:: Available data ::
def suggestion(word: str, options: list[str] | tuple[str, ...]) -> str:
    """``"; did you mean 'x'?"`` for the closest option (difflib), or ``""``.

    Parameters
    ----------
    word : str
        The unknown name as written.
    options : list or tuple of str
        The known names.

    Returns
    -------
    str
        ``"; did you mean '<name>'?"`` for the closest known name (a case-only difference first,
        then the closest by :func:`difflib.get_close_matches` with cutoff 0.6), or ``""``.

    Examples
    --------
    >>> suggestion("North Hal", ["North Hall", "South Hall"])
    "; did you mean 'North Hall'?"
    >>> suggestion("Zzz", ["North Hall"])
    ''
    """
    if not isinstance(word, str) or not options:
        return ""
    lowered = {o.lower(): o for o in options}
    if word.lower() in lowered and lowered[word.lower()] != word:
        return f"; did you mean {lowered[word.lower()]!r}?"
    close = get_close_matches(word, list(options), n=1, cutoff=0.6)
    if not close:
        close = get_close_matches(word.lower(), list(lowered), n=1, cutoff=0.6)
        close = [lowered[c] for c in close]
    return f"; did you mean {close[0]!r}?" if close else ""


# ---- converters (run before the strict type check) -------------------------------------------


def _as_list(value: Any) -> Any:
    return list(value) if isinstance(value, tuple) else value


def _scalar_or_list(value: Any) -> Any:
    if isinstance(value, str | int) and not isinstance(value, bool):
        return [value]
    return _as_list(value)


def _in_range(day: dt.date) -> dt.date:
    if not MIN_YEAR <= day.year <= MAX_YEAR:
        raise _fail(
            f"{day.isoformat()} is outside the supported years {MIN_YEAR} to {MAX_YEAR}"
        )
    return day


def _parse_date(value: Any) -> dt.date:
    if isinstance(value, dt.datetime):
        raise _fail(f"expected a date without a time of day, got {show(value)}")
    if isinstance(value, dt.date):
        return _in_range(value)
    if isinstance(value, str):
        try:
            day = dt.date.fromisoformat(value.strip())
        except ValueError:
            pass
        else:
            return _in_range(day)
        raise _fail(f"expected a date like 2027-04-17, got {show(value)}")
    raise _fail(f"expected a date like 2027-04-17, got {show(value)}")


def _date(value: Any) -> dt.date:
    return _parse_date(value)


def _date_or_range(value: Any) -> tuple[dt.date, ...]:
    if isinstance(value, str) and ".." in value:
        first, _, last = value.partition("..")
        try:
            a, b = dt.date.fromisoformat(first.strip()), dt.date.fromisoformat(last.strip())
        except ValueError:
            raise _fail(
                f'expected a date range like "2027-07-01..2027-08-31", got {show(value)}'
            ) from None
        _in_range(a), _in_range(b)
        if b < a:
            raise _fail(f"the range {show(value)} ends before it starts")
        days = (b - a).days + 1
        if days > MAX_RANGE_DAYS:
            raise _fail(f"the range {show(value)} is longer than {MAX_RANGE_DAYS} days")
        return tuple(a + dt.timedelta(days=i) for i in range(days))
    return (_parse_date(value),)


_TIME_RE = re.compile(r"^\s*(\d{1,2}):(\d{2})(?::(\d{2}))?\s*$")


def _time(value: Any) -> dt.time:
    if isinstance(value, dt.time):
        if value.tzinfo is not None:
            raise _fail(
                f"give the time without a UTC offset ({show(value)}); "
                "league.timezone says which clock is meant"
            )
        return value
    if isinstance(value, str):
        m = _TIME_RE.match(value)
        if m:
            h, mi, s = int(m.group(1)), int(m.group(2)), int(m.group(3) or 0)
            if h < 24 and mi < 60 and s < 60:
                return dt.time(h, mi, s)
    raise _fail(f'expected a time of day like "19:30", got {show(value)}')


def _weekday(value: Any) -> int:
    if isinstance(value, int) and not isinstance(value, bool):
        if 0 <= value <= 6:
            return value
        raise _fail(f"weekday numbers go from 0 (Monday) to 6 (Sunday), got {value}")
    if isinstance(value, str):
        key = value.strip().lower()
        if key in WEEKDAY_NAMES:
            return WEEKDAY_NAMES[key]
        names = ["mon", "tue", "wed", "thu", "fri", "sat", "sun"]
        hint = suggestion(key, list(WEEKDAY_NAMES)) or f"; use one of {', '.join(names)}"
        raise _fail(f"{show(value)} is not a weekday{hint}")
    raise _fail(f'expected a weekday like "sat" or a number 0-6, got {show(value)}')


def _season(value: Any) -> Any:
    if isinstance(value, int) and not isinstance(value, bool):
        return str(value)
    return value


def _choice(options: tuple[str, ...], what: str):
    def check(value: Any) -> str:
        if isinstance(value, str) and value in options:
            return value
        if isinstance(value, str):
            hint = suggestion(value, options)
            raise _fail(f"{show(value)} is not a {what}{hint} (choose from {', '.join(options)})")
        raise _fail(f"expected one of {', '.join(options)}, got {show(value)}")

    return check


def _clean_text(value: str, limit: int) -> str:
    text = value.strip()
    if not text:
        raise ValueError("must not be empty")
    problem = character_problem(text)
    if problem:
        raise _fail(f"{show(text)} {problem}")
    text = normal_form(text)
    if len(text) > limit:
        raise _fail(f"{show(text)} is {len(text)} characters long; at most {limit} are allowed")
    return text


def _strip_nonempty(value: str) -> str:
    """Names: stripped, not empty, no control or unassigned characters, NFC, short."""
    return _clean_text(value, MAX_NAME_CHARS)


def _address(value: str) -> str:
    return _clean_text(value, MAX_ADDRESS_CHARS)


# ---- reusable field types --------------------------------------------------------------------

Text = Annotated[str, AfterValidator(_strip_nonempty)]
AddressText = Annotated[str, AfterValidator(_address)]
Date = Annotated[dt.date, BeforeValidator(_date)]
DateList = Annotated[
    list[Annotated[tuple[dt.date, ...], BeforeValidator(_date_or_range)]],
    BeforeValidator(_as_list),
]
"""A list of dates; each entry is kept as a tuple (one date, or every date of a range)."""
Clock = Annotated[dt.time, BeforeValidator(_time)]
Weekday = Annotated[int, BeforeValidator(_weekday)]
TextList = Annotated[list[Text], BeforeValidator(_as_list)]
Count = Annotated[int, Field(ge=1)]
NonNegative = Annotated[int, Field(ge=0)]


class Section(BaseModel):
    """Base of every section: unknown options are errors, types are strict, values frozen."""

    model_config = ConfigDict(extra="forbid", strict=True, frozen=True)


class LeagueSection(Section):
    """The ``[league]`` section (shape only; ``templates/league.toml`` explains every option).

    Parameters
    ----------
    name : str
        The league's name (not empty).
    season : str
        The season's label; a number such as ``2027`` is kept as the text ``"2027"``.
    timezone : str
        The IANA time zone name (checked against :mod:`zoneinfo` later).
    seed : int, optional
        The planner's seed, 0 or more.
    time_limit_seconds : float or None, optional
        How long the planner may search, in seconds (more than 0, at most a day).
    solve_seconds : float or None, optional
        The old name of ``time_limit_seconds``, still read.
    """

    name: Text
    season: Annotated[Text, BeforeValidator(_season)]
    timezone: Text
    seed: NonNegative = 0
    time_limit_seconds: Annotated[float, Field(gt=0, le=86400)] | None = None
    solve_seconds: Annotated[float, Field(gt=0, le=86400)] | None = None
    """Old name of ``time_limit_seconds``, still read."""


class FormatSection(Section):
    """The ``[format]`` section (shape only).

    Parameters
    ----------
    legs : int, optional
        How many times every pair meets, 1 to 12.
    scheme : str, optional
        ``mirrored``, ``french``, ``english``, ``inverted`` or ``free``.
    home_meaning : str, optional
        ``venue`` (the home team hosts) or ``side`` (home names a side or colour).
    side_labels : list of str, optional
        The names of the home and the away side (two entries).
    """

    legs: Annotated[int, Field(ge=1, le=12)] = 1
    scheme: Annotated[str, BeforeValidator(_choice(SCHEMES, "scheme"))] = "mirrored"
    home_meaning: Annotated[str, BeforeValidator(_choice(HOME_MEANINGS, "meaning of home"))] = (
        "venue"
    )
    side_labels: Annotated[
        list[Text], BeforeValidator(_as_list), Field(min_length=2, max_length=2)
    ] = ["Home", "Away"]


class HolidaysSection(Section):
    """The ``calendar.holidays`` table (shape only).

    Parameters
    ----------
    country : str
        The country code, for example ``"GB"`` (checked against the ``holidays`` package later).
    subdivision : str or None, optional
        A region of the country, for example ``"ENG"``; None for the national holidays.
    """

    country: Text
    subdivision: Text | None = None


class CalendarSection(Section):
    """The ``[calendar]`` section (shape only; dates inside the season are checked later).

    Parameters
    ----------
    start, end : datetime.date or None, optional
        The first and the last day games may be played on.
    weekdays : list of int, optional
        Match weekdays, 0 = Monday; names such as ``"sat"`` and a single weekday are accepted.
    rounds_per_day : int, optional
        Rounds on one match day, 1 to 64.
    kickoff : datetime.time, optional
        The kick-off when a venue lists no slots; ``"19:30"`` text is accepted.
    game_minutes : int, optional
        Length of a game in minutes, 1 to 1440.
    excluded : list of tuple of datetime.date, optional
        Days with no games; each entry one date or the days of a ``"first..last"`` range.
    reserve_dates : list of tuple of datetime.date, optional
        Days kept free for re-planned games; same forms as ``excluded``.
    dates : list of tuple of datetime.date, optional
        The match days, listed, instead of start, end and weekdays.
    holidays : HolidaysSection or None, optional
        Whose public holidays are left out; None for none.
    """

    start: Date | None = None
    end: Date | None = None
    weekdays: Annotated[list[Weekday], BeforeValidator(_scalar_or_list), Field(min_length=1)] = [5]
    rounds_per_day: Annotated[int, Field(ge=1, le=64)] = 1
    kickoff: Clock = dt.time(15, 0)
    game_minutes: Annotated[int, Field(ge=1, le=24 * 60)] = 90
    excluded: DateList = []
    reserve_dates: DateList = []
    dates: DateList = []
    holidays: HolidaysSection | None = None


class VenueSection(Section):
    """One ``[[venues]]`` entry (shape only).

    Parameters
    ----------
    name : str
        The venue's name.
    courts : list of str, optional
        Its courts, pitches or tables (at least one).
    slots : list of datetime.time, optional
        Its kick-off times; empty to use ``calendar.kickoff``.
    address : str or None, optional
        Postal address for calendar entries.
    latitude : float or None, optional
        Degrees north, -90 to 90; give both coordinates or neither.
    longitude : float or None, optional
        Degrees east, -180 to 180.
    """

    name: Text
    courts: Annotated[TextList, Field(min_length=1)] = ["Main"]
    slots: Annotated[list[Clock], BeforeValidator(_as_list)] = []
    address: AddressText | None = None
    latitude: Annotated[float, Field(ge=-90, le=90)] | None = None
    longitude: Annotated[float, Field(ge=-180, le=180)] | None = None

    @model_validator(mode="after")
    def _both_coordinates(self) -> VenueSection:
        if (self.latitude is None) != (self.longitude is None):
            raise PydanticCustomError(
                "coordinates", "give both latitude and longitude, or neither"
            )
        return self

:: Prompt ::
Give the number of lines in the records where the word "timezone" occurs, and add nothing.

:: Worked solution ::
3